─── TASK INPUTS ───
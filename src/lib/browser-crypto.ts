/** Hash and signature in the browser, as the dossier's checks ask for them; nothing leaves the machine. */
import type { DossierCrypto } from '../../shared/dossier/verify.ts';
import { sha256 } from './sha256.ts';

/** How the DER of every Ed25519 public key begins (RFC 8410, section 4); 32 bytes of key follow. */
const ED25519 = [0x30, 0x2a, 0x30, 0x05, 0x06, 0x03, 0x2b, 0x65, 0x70, 0x03, 0x21, 0x00];

export const browserCrypto: DossierCrypto = {
  sha256,
  keyId: (pem) => {
    const der = derOf(pem);
    return Promise.resolve(der === null ? null : sha256(der));
  },
  async verify(pem, message, signature) {
    const der = derOf(pem);
    if (der === null) return false;
    const key = await keyOf(der);
    return crypto.subtle.verify('Ed25519', key, Uint8Array.from(signature), Uint8Array.from(message));
  },
};

/** Throws an Error whose message tells what to do where the browser knows no Ed25519. */
async function keyOf(der: Uint8Array<ArrayBuffer>): Promise<CryptoKey> {
  try {
    return await crypto.subtle.importKey('spki', der, 'Ed25519', false, ['verify']);
  } catch {
    throw new Error(
      'This browser can’t check Ed25519 signatures. Open the page in a newer one, or check with openssl as VERIFY.md says.',
    );
  }
}

function derOf(pem: string): Uint8Array<ArrayBuffer> | null {
  const inside = /-----BEGIN PUBLIC KEY-----([A-Za-z0-9+/=\s]+)-----END PUBLIC KEY-----/.exec(pem)?.[1];
  if (inside === undefined) return null;
  try {
    const der = Uint8Array.from(atob(inside.replace(/\s/g, '')), (letter) => letter.charCodeAt(0));
    const isKey = der.length === ED25519.length + 32 && ED25519.every((byte, at) => der[at] === byte);
    return isKey ? der : null;
  } catch {
    return null;
  }
}
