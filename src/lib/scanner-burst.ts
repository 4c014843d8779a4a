/**
 * A barcode scanner is a very fast keyboard that ends with Enter. Its burst is taken as a code wherever the focus is,
 * unless a field has it: nobody types this fast.
 */
import { useEffect } from 'react';
import { isInField } from './shortcuts.ts';

const FASTEST_HAND_MS = 45;
const SHORTEST_CODE = 6;

/** Calls `onCode` with what a scanner sent. */
export function useScannerBurst(onCode: (code: string) => void): void {
  useEffect(() => {
    let burst = '';
    let last = 0;
    const onKey = (event: KeyboardEvent) => {
      if (isInField(event.target)) return;
      if (event.timeStamp - last > FASTEST_HAND_MS) burst = '';
      last = event.timeStamp;
      if (event.key.length === 1) burst += event.key;
      if (event.key !== 'Enter' || burst.length < SHORTEST_CODE) return;
      event.preventDefault();
      event.stopPropagation();
      onCode(burst);
      burst = '';
    };
    window.addEventListener('keydown', onKey, { capture: true });
    return () => window.removeEventListener('keydown', onKey, { capture: true });
  }, [onCode]);
}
───
WORK ORDER: After the last line of the data, restate all the entries verbatim.

RESULT:
filename src/lib/browser-crypto.ts
/** Hash and signature in the browser, as the dossier's checks ask for them; nothing leaves the machine. */
import type { DossierCrypto } from '../../shared/dossier/verify.ts';
import { sha256 } from './sha256.ts';

/** How the DER of every Ed25519 public key begins (RFC 8410, section 4); 32 bytes of key follow. */
const ED25519 = [0x30, 0x2a, 0x30, 0x05, 0x06, 0x03, 0x2b, 0x65, 0x70, 0x03, 0x21, 0x00];

export const browserCrypto: DossierCrypto = {
  sha256,
  keyId: (pem) => {
    const der = derOf(pem);
    return Promise.resolve(der === null ? null : sha256(der));
  },
  async verify(pem, message, signature) {
    const der = derOf(pem);
    if (der === null) return false;
    const key = await keyOf(der);
    return crypto.subtle.verify('Ed25519', key, Uint8Array.from(signature), Uint8Array.from(message));
  },
};

/** Throws an Error whose message tells what to do where the browser knows no Ed25519. */
async function keyOf(der: Uint8Array<ArrayBuffer>): Promise<CryptoKey> {
  try {
    return await crypto.subtle.importKey('spki', der, 'Ed25519', false, ['verify']);
  } catch {
    throw new Error(
      'This browser can’t check Ed25519 signatures. Open the page in a newer one, or check with openssl as VERIFY.md says.',
    );
  }
}

function derOf(pem: string): Uint8Array<ArrayBuffer> | null {
  const inside = /-----BEGIN PUBLIC KEY-----([A-Za-z0-9+/=\s]+)-----END PUBLIC KEY-----/.exec(pem)?.[1];
  if (inside === undefined) return null;
  try {
    const der = Uint8Array.from(atob(inside.replace(/\s/g, '')), (letter) => letter.charCodeAt(0));
    const isKey = der.length === ED25519.length + 32 && ED25519.every((byte, at) => der[at] === byte);
    return isKey ? der : null;
  } catch {
    return null;
  }
}
filename src/lib/scanner-burst.ts
repository 4c014843d8779a4a
/**
 * A barcode scanner is a very fast keyboard that ends with Enter. Its burst is taken as a code wherever the focus is,
 * unless a field has it: nobody types this fast.
 */
import { useEffect } from 'react';
import { isInField } from './shortcuts.ts';

const FASTEST_HAND_MS = 45;
const SHORTEST_CODE = 6;

/** Calls `onCode` with what a scanner sent. */
export function useScannerBurst(onCode: (code: string) => void): void {
  useEffect(() => {
    let burst = '';
    let last = 0;
    const onKey = (event: KeyboardEvent) => {
      if (isInField(event.target)) return;
      if (event.timeStamp - last > FASTEST_HAND_MS) burst = '';
      last = event.timeStamp;
      if (event.key.length === 1) burst += event.key;
      if (event.key !== 'Enter' || burst.length < SHORTEST_CODE) return;
      event.preventDefault();
      event.stopPropagation();
      onCode(burst);
      burst = '';
    };
    window.addEventListener('keydown', onKey, { capture: true });
    return () => window.removeEventListener('keydown', onKey, { capture: true });
  }, [onCode]);
}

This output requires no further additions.